Task.
In the records below, pick out all lines containing the word "noise".

*** Opening Supplied information ***

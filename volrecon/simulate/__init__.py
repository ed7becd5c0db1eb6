"""Synthetic optics bench: wave-optics PSFs, fluorescent scenes, a camera, files on disk.

- Propagation: :func:`propagate` (band-limited angular spectrum method).
- Elements: :class:`PhaseMask`, :func:`circular_aperture`, :func:`thin_lens_mask`,
  :func:`microlens_array_mask`, :func:`random_diffuser_mask`.
- Sources: :func:`spherical_wave`, :func:`pupil_field`.
- PSF stacks: :func:`lensless_psf_stack`, :func:`pupil_psf_stack`, :class:`MicroscopeDesign`.
- Scenes: :func:`bead_scene`, :func:`filament_scene`, :func:`blob_scene`.
- Camera and files: :class:`Camera`, :func:`record_video`, :func:`record_bead_scan`,
  :func:`write_tiff`, :func:`write_hydrogel_scenario`.
"""

from volrecon.simulate.camera import Camera
from volrecon.simulate.design import KINDS, MicroscopeDesign
from volrecon.simulate.lenslet import LensletDesign, lenslet_point_images, lenslet_psf_stack
from volrecon.simulate.masks import (
    PhaseMask,
    circular_aperture,
    grid_coordinates,
    microlens_array_mask,
    random_diffuser_mask,
    thin_lens_mask,
)
from volrecon.simulate.propagation import (
    angular_spectrum_transfer,
    band_limit_frequency,
    propagate,
)
from volrecon.simulate.psf import PSFStack, emission_band, lensless_psf_stack, pupil_psf_stack
from volrecon.simulate.recording import (
    expected_photons,
    record_bead_scan,
    record_video,
    write_tiff,
)
from volrecon.simulate.scenario import (
    Scenario,
    read_scenario,
    write_hydrogel_scenario,
    write_lenslet_scenario,
)
from volrecon.simulate.scenes import (
    Scene,
    bead_scene,
    blob_scene,
    filament_scene,
    render_points,
    smooth_motion,
)
from volrecon.simulate.sources import collection_efficiency, pupil_field, spherical_wave

__all__ = [
    "KINDS",
    "Camera",
    "LensletDesign",
    "MicroscopeDesign",
    "PSFStack",
    "PhaseMask",
    "Scenario",
    "Scene",
    "angular_spectrum_transfer",
    "band_limit_frequency",
    "bead_scene",
    "blob_scene",
    "circular_aperture",
    "collection_efficiency",
    "emission_band",
    "expected_photons",
    "filament_scene",
    "grid_coordinates",
    "lensless_psf_stack",
    "lenslet_point_images",
    "lenslet_psf_stack",
    "microlens_array_mask",
    "propagate",
    "pupil_field",
    "pupil_psf_stack",
    "random_diffuser_mask",
    "read_scenario",
    "record_bead_scan",
    "record_video",
    "render_points",
    "smooth_motion",
    "spherical_wave",
    "thin_lens_mask",
    "write_hydrogel_scenario",
    "write_lenslet_scenario",
    "write_tiff",
]
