def write_lenslet_scenario(directory: str | os.PathLike[str], *, rng: RNGLike = 0,
                           design: LensletDesign | None = None, camera: Camera | None = None,
                           n_frames: int = 40, n_planes: int = 8, depth_step_um: float = 1.5,
                           n_beads: int = 12, bead_photons: float = 2e6,
                           filament_photons_per_um: float = 1e6,
                           background_photons: float = 2.0, frame_interval_s: float = 0.05,
                           drift_zyx_um_per_s: tuple[float, float, float] = (0.2, 0.4, -0.3),
                           psf_scan_exposure_s: float = 0.2,
                           psf_scan_photons: float | None = None, dark_frames: int = 20,
                           workers: int | None = None) -> Scenario:
    """Simulate beads and a fibre in a hydrogel seen through a lenslet array at the image plane.

    The same files as :func:`write_hydrogel_scenario`, but the bead scan ``psf_scan.tif``
    is (Z, N, N, Y, X), axes "ZIJYX": a bead stepped through the ``N × N`` voxels of the
    lenslet holding the sensor centre at every depth (what ``volrecon calibrate
    --lenslet-pitch N`` reads), and ``truth_psf.npy`` is the noise-free stack of that shape.

    Parameters
    ----------
    directory : str or path-like
        Output folder (created; files of the same names are overwritten).
    rng : numpy Generator, int or None
        Source of everything random (scene, motion, noise).
    design : LensletDesign, optional
        The instrument. Default: ``LensletDesign()`` (60 × 60 sensor, 5 pixels per lenslet).
    camera : Camera, optional
        The camera. Default: an sCMOS-like ``Camera`` with a few hot pixels.
    n_frames, n_planes, depth_step_um, n_beads, bead_photons, filament_photons_per_um
        As for :func:`write_hydrogel_scenario` (defaults: 8 planes 1.5 µm apart, 12 beads).
    background_photons, frame_interval_s, drift_zyx_um_per_s
        As for :func:`write_hydrogel_scenario`.
    psf_scan_exposure_s, dark_frames, workers
        As for :func:`write_hydrogel_scenario`.
    psf_scan_photons : float, optional
        Photons the bead emits per scan exposure. Default: what fills the brightest scan
        pixel to half the camera's full well (a lenslet focuses a bead's light onto a few
        pixels, so a fixed brightness would saturate them).

    Returns
    -------
    Scenario
        Its ``design`` is the :class:`~volrecon.simulate.lenslet.LensletDesign`.
    """
    design = design or LensletDesign()
    camera = camera or Camera(hot_pixel_fraction=5e-4, hot_pixel_seed=11)
    for name, value in (("frame_interval_s", frame_interval_s),
                        ("psf_scan_exposure_s", psf_scan_exposure_s),
                        ("psf_scan_photons", 1.0 if psf_scan_photons is None
                         else psf_scan_photons)):
        if not (math.isfinite(value) and value > 0):
            raise ConfigError(f"{name} must be positive; got {value!r}")
    seed = int(rng) if isinstance(rng, int | np.integer) else None
    scene_rng, motion_rng, video_rng, scan_rng, dark_rng = np.random.default_rng(rng).spawn(5)
    folder = Path(directory)
    folder.mkdir(parents=True, exist_ok=True)
    files = {role: (folder / name).resolve() for role, name in _FILES.items()}
    files["manifest"] = (folder / _MANIFEST).resolve()

    depths = design.depths_um(n_planes, depth_step_um)
    truth_stack = lenslet_psf_stack(design, depths, workers=workers)
    if psf_scan_photons is None:
        well = camera.full_well_electrons or 2.0**camera.bit_depth / camera.gain_adu_per_electron
        psf_scan_photons = 0.5 * well / (camera.quantum_efficiency * float(truth_stack.psf.max()))
    model = truth_stack.to_model()
    pixel = design.sample_pixel_size_um
    shape = (n_planes, *design.shape_yx)
    scene = _gel_scene(shape, n_frames, depth_step_um=depth_step_um, pixel_size_um=pixel,
                       n_beads=n_beads, bead_photons=bead_photons,
                       filament_photons_per_um=filament_photons_per_um,
                       frame_interval_s=frame_interval_s,
                       drift_zyx_um_per_s=drift_zyx_um_per_s, rngs=(scene_rng, motion_rng),
                       lateral_margin_voxels=2.0 * design.lenslet_pitch)
    photons = expected_photons(scene.volumes_tzyx, model, background_photons=background_photons)
    video = camera.expose(photons, rng=video_rng)
    scan_camera = dataclasses.replace(camera, exposure_s=psf_scan_exposure_s)
    scan_background = background_photons * psf_scan_exposure_s / camera.exposure_s
    scan = scan_camera.expose(truth_stack.psf.astype(np.float64) * psf_scan_photons
                              + scan_background, rng=scan_rng)
    dark = camera.dark_frames(design.shape_yx, dark_frames, rng=dark_rng)

    return _write_files(
        folder, files, design=design, camera=camera, scan_camera=scan_camera, shape=shape,
        scan=scan, scan_axes="ZIJYX", scan_metadata={"lenslet_pitch": design.lenslet_pitch},
        dark=dark, video=video, scene=scene, truth_psf=truth_stack.psf, photons=photons,
        n_frames=n_frames, depth_step_um=depth_step_um, depths=depths, pixel=pixel,
        frame_interval_s=frame_interval_s, psf_scan_exposure_s=psf_scan_exposure_s,
        n_beads=n_beads, offset=(0.0, 0.0), background_photons=background_photons, seed=seed)
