def lenslet_point_images(design: LensletDesign, depths_um: Sequence[float] | FloatArray,
                         positions_yx_px: Sequence[tuple[float, float]] | FloatArray, *,
                         workers: int | None = None) -> FloatArray:
    """Sensor images of points at the given depths and sensor-grid positions.

    Parameters
    ----------
    design : LensletDesign
        The instrument.
    depths_um : sequence of float
        Depth of each plane below (positive) or above the focal plane, micrometres.
    positions_yx_px : sequence of (y, x)
        Lateral positions on the volume's grid (the sensor pixel grid mapped into the
        sample), in pixels; ``(p, q)`` is the voxel whose image falls on pixel ``(p, q)``.
        Fractions are allowed.

    workers : int, optional
        FFT threads. Default: every available core.

    Returns
    -------
    ndarray of shape (Z, K, Y, X), float32
        Expected fraction of a unit-power isotropic emitter's light recorded by each pixel.

    Notes
    -----
    The simulation grid is twice the sensor (times ``oversample``) with the sensor in its
    middle, so light of points near the edge does not wrap round; the lenslet array covers
    the whole grid. The in-focus image of a point is an Airy disc of diameter
    ``2.44 λ M / NA`` at the array; each lenslet then forms its focal-plane image. The
    objective's apodisation and the vectorial nature of light are neglected.
    """
    depths = np.asarray(depths_um, dtype=np.float64).reshape(-1)
    if depths.size == 0 or not np.isfinite(depths).all():
        raise ConfigError(f"depths_um must be a non-empty list of finite depths; got {depths_um!r}")
    positions = np.asarray(positions_yx_px, dtype=np.float64).reshape(-1, 2)
    if not np.isfinite(positions).all():
        raise ConfigError("positions_yx_px must be finite (y, x) pixel positions")
    workers = workers or available_cores()
    os_ = design.oversample
    window = (design.shape_yx[0] * os_, design.shape_yx[1] * os_)
    side = scipy.fft.next_fast_len(2 * max(window))
    grid = (side, side)
    origin = ((side - window[0]) // 2, (side - window[1]) // 2)
    dx = design.grid_pixel_um()
    waves, weights = emission_band(design.wavelength_um, design.bandwidth_um,
                                   samples=design.wavelength_samples)
    mask = design.lenslet_mask(grid, origin)
    out = np.zeros((depths.size, positions.shape[0], *design.shape_yx), np.float32)
    for wave, weight in zip(waves, weights, strict=True):
        transmit = mask.transmittance(wave)
        for z, depth in enumerate(depths):
            fields = _image_plane_fields(design, float(depth), positions, wavelength_um=wave,
                                         grid=grid, origin=origin, workers=workers)
            fields *= transmit
            sensor = propagate(fields, design.focal_length_um, wavelength_um=wave,
                               pixel_size_um=dx, pad=False, workers=workers)
            window_field = sensor[:, origin[0]:origin[0] + window[0],
                                  origin[1]:origin[1] + window[1]]
            intensity = (window_field.real**2 + window_field.imag**2) * np.float32(dx * dx)
            binned = intensity.reshape(positions.shape[0], design.shape_yx[0], os_,
                                       design.shape_yx[1], os_).sum(axis=(2, 4))
            out[z] += np.float32(weight) * binned
    return out


def lenslet_psf_stack(design: LensletDesign, depths_um: Sequence[float] | FloatArray, *,
                      workers: int | None = None) -> LensletPSFStack:
    """The (Z, N, N, Y, X) PSF stack of `design`: every sub-position of the central lenslet.

    Parameters
    ----------
    design : LensletDesign
        The instrument.
    depths_um : sequence of float
        Depths, micrometres; evenly spaced for :meth:`LensletPSFStack.to_model`.
    workers : int, optional
        FFT threads. Default: every available core.

    Returns
    -------
    LensletPSFStack
        ``psf[z, i, j]`` is :func:`lenslet_point_images` of voxel ``(y0 + i, x0 + j)``.

    Examples
    --------
    >>> design = LensletDesign(shape_yx=(20, 20), lenslet_pitch=4, wavelength_samples=1)
    >>> stack = lenslet_psf_stack(design, [-2.0, 0.0, 2.0])
    >>> stack.psf.shape
    (3, 4, 4, 20, 20)
    >>> model = stack.to_model()
    >>> model.kind, model.lenslet_pitch
    ('lenslet', 4)
    """
    n = design.lenslet_pitch
    y0, x0 = design.block_origin_yx
    positions = [(y0 + i, x0 + j) for i in range(n) for j in range(n)]
    images = lenslet_point_images(design, depths_um, positions, workers=workers)
    depths = np.asarray(depths_um, dtype=np.float64).reshape(-1)
    return LensletPSFStack(images.reshape(depths.size, n, n, *design.shape_yx), depths, design)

*** Closing Supplied information ***

Solved problem.
    --lenslet-pitch N`` reads), and ``truth_psf.npy`` is the noise-free stack of that shape.
        Source of everything random (scene, motion, noise).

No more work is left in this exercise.